I am currently toward the end of my engineering degree an have had a few metallurgy classes so already. I am half way through a fairly advanced Metals Selection course and a lot of what we deal with is the molecular makeup of steels. I am finding out that a lot of what knife/steel companies tell us is total bullcrap. As far as most of the industry is concerned, 99% of alloys are added to steel for two things: corrosion resistance or depth of hardness. You see, pure carbon steel (anything that starts with a 10XX such as 1095) has to be brought past its eutectoid temperature (around 1600 F) and quenched within 6 seconds after removal from the heat source otherwise it will not harden all the way. Most alloys are added to basic steel to give you more time to quench (A-2 which is an air hardening tool can wait so long that it can simply be cooled with air). The benefit is you get a better heat treat and you crack less steel because you are cooling slower. A lot of the strength in hardened steel comes from simply tempering the steel which removes some of the carbon form the hard BCC structures which relieves stress in the structure and slightly softens the steel. Steels with lower carbon content (420, 440A/B, 1045, etc.) don't have enough carbon to bond with all the iron atoms and therefore are automatically "tempered" of sorts and can only achieve 50-55 Rc even with perfect heat treat.

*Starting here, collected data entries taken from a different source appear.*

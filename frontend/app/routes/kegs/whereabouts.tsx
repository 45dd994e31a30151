import { createColumnHelper } from '@tanstack/react-table';
import { useServerTable } from '@/components/ui/use-server-table';
import { useMemo, useState } from 'react';
import { Link } from 'react-router-dom';
import { vesselStateLabels } from '../../../../shared/schemas/equipment.ts';
import { kegSortFields, kegWhereabouts, kegWhereaboutsLabels, type KegView } from '../../../../shared/schemas/kegs.ts';
import { DataTable, DataTablePagination } from '@/components/ui/data-table';
import { Input, Select } from '@/components/ui/input';
import { useKegs } from '@/features/kegs/api/kegs';
import { FillGauge, Whereabouts } from '@/features/kegs/components/keg-bits';
import { cellarPaths } from '@/config/cellar-paths';
import { StateBadge } from '@/features/equipment/components/state-badge';
import { useDocumentTitle } from '@/hooks/use-document-title';
import { formatAbv, formatDate } from '@/utils/format';

type SortField = (typeof kegSortFields)[number];
const column = createColumnHelper<KegView>();

/** The fleet: whereabouts, state, contents; sorted, filtered and paged on the server. */
const KegWhereaboutsRoute = () => {
  useDocumentTitle('Kegs');
  const [sort, setSort] = useState<SortField>('code');
  const [order, setOrder] = useState<'asc' | 'desc'>('asc');
  const [page, setPage] = useState(1);
  const [pageSize, setPageSize] = useState(50);
  const [where, setWhere] = useState('');
  const [state, setState] = useState('');
  const [q, setQ] = useState('');
  const kegs = useKegs({ sort, order, page, pageSize, whereabouts: (where || undefined) as never, state: (state || undefined) as never, q: q || undefined });

  const columns = useMemo(
    () => [
      column.accessor('code', {
        header: 'Keg',
        cell: ({ row }) => (
          <Link to={cellarPaths.keg(row.original.id)} className="font-semibold whitespace-nowrap">
            {row.original.code}
          </Link>
        ),
      }),
      column.accessor('state', { header: 'State', cell: ({ row }) => <StateBadge state={row.original.state} /> }),
      column.accessor('whereabouts', { header: 'Where', cell: ({ row }) => <Whereabouts keg={row.original} /> }),
      column.display({
        id: 'contents',
        header: 'Holds',
        cell: ({ row }) =>
          row.original.contents ? (
            <span className="flex flex-col">
              <span>{row.original.contents.batchName}</span>
              <span className="text-xs text-ink-muted">
                {row.original.contents.abv !== null ? formatAbv(row.original.contents.abv) : row.original.contents.style}
              </span>
            </span>
          ) : (
            <span className="text-ink-muted">—</span>
          ),
      }),
      column.accessor((k) => k.contents?.remainingLiters ?? null, {
        id: 'remainingLiters',
        header: 'Left',
        cell: ({ row }) => <FillGauge keg={row.original} />,
      }),
      column.accessor('dueAt', { header: 'Due back', cell: ({ getValue }) => <span className="whitespace-nowrap">{formatDate(getValue())}</span> }),
      column.display({
        id: 'carbonation',
        header: 'Carbonated by',
        cell: ({ row }) => <span className="whitespace-nowrap text-xs">{row.original.carbonation ? formatDate(row.original.carbonation.readyAt) : '—'}</span>,
      }),
    ],
    [],
  );
  const table = useServerTable({
    data: kegs.data,
    columns,
    query: { page, pageSize, sort, order },
    onQueryChange: (q) => (setSort(q.sort), setOrder(q.order), setPage(1)),
    isSortField: (id): id is SortField => (kegSortFields as readonly string[]).includes(id),
    getRowId: (k) => k.id,
  });
  return (
    <div className="flex flex-col gap-3">
      <div className="grid gap-2 sm:grid-cols-[12rem_12rem_1fr]">
        <label className="flex flex-col gap-1 text-sm font-medium">
          Where
          <Select value={where} onChange={(e) => (setWhere(e.target.value), setPage(1))}>
            <option value="">Anywhere</option>
            {kegWhereabouts.map((w) => (
              <option key={w} value={w}>
                {kegWhereaboutsLabels[w]}
              </option>
            ))}
          </Select>
        </label>
        <label className="flex flex-col gap-1 text-sm font-medium">
          State
          <Select value={state} onChange={(e) => (setState(e.target.value), setPage(1))}>
            <option value="">Any state</option>
            {(['ready', 'needs_cleaning', 'cleaned', 'holding', 'out_of_service'] as const).map((s) => (
              <option key={s} value={s}>
                {vesselStateLabels[s]}
              </option>
            ))}
          </Select>
        </label>
        <label className="flex flex-col gap-1 text-sm font-medium">
          Find
          <Input type="search" value={q} placeholder="Keg code or batch" onChange={(e) => (setQ(e.target.value), setPage(1))} />
        </label>
      </div>
      <DataTable
        table={table}
        caption="Kegs and where they are"
        isLoading={kegs.isPending}
        error={kegs.error}
        onRetry={() => void kegs.refetch()}
        isFetching={kegs.isFetching}
        empty="No keg matches."
      />
      <DataTablePagination
        page={page}
        pageSize={pageSize}
        total={kegs.data?.total ?? 0}
        onPageChange={setPage}
        onPageSizeChange={(s) => (setPageSize(s), setPage(1))}
        isPlaceholder={kegs.isPlaceholderData}
        noun={['keg', 'kegs']}
      />
    </div>
  );
};

export default KegWhereaboutsRoute;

Therefore, with properly heat treated and tempered plain old 1095 steel you have a strong hard edge. Sure, some alloys do add additional stress to the lattice structure which can slightly increase strength on a molecular level (edge retention against cardboard), but these also increase brittleness on a large scale (edge chipping when a staple is hit). Heck, stainless steel has a reputation for brittleness because of their high alloy content. For the most part, it's good old carbon and heat treat that does almost EVERYTHING for the edge, good or bad.
Steel companies put out a lot of literature that makes it seem like the newest steels are vastly better, but for the most part I think it's in our heads. Think about it: 1095 is usually heat treated and tempered back to around 58-60 Rc. 1095 can be heat treated to 66 Rc and have awesome edge holding with the cost of increased brittleness. Now ZDP-189 is hardened to 65-66 Rc. It holds a great edge, but what do you know: IT'S BRITTLE! It took me a lot of science to realize that steels aren't really getting much better, the heat treat and metallurgy are simply getting more precise and allowing us to achieve higher hardness.
Let's take a walk down history lane:
5000BC-3000BC: Flint tools are very hard, but very brittle. Does not apply to this rant.
1700-1980's: Old knives and Chinese knives tend to be heat treated to around 50-55 Rc (420, 440A, etc.) and they could bend all day long and be hammered back to straight.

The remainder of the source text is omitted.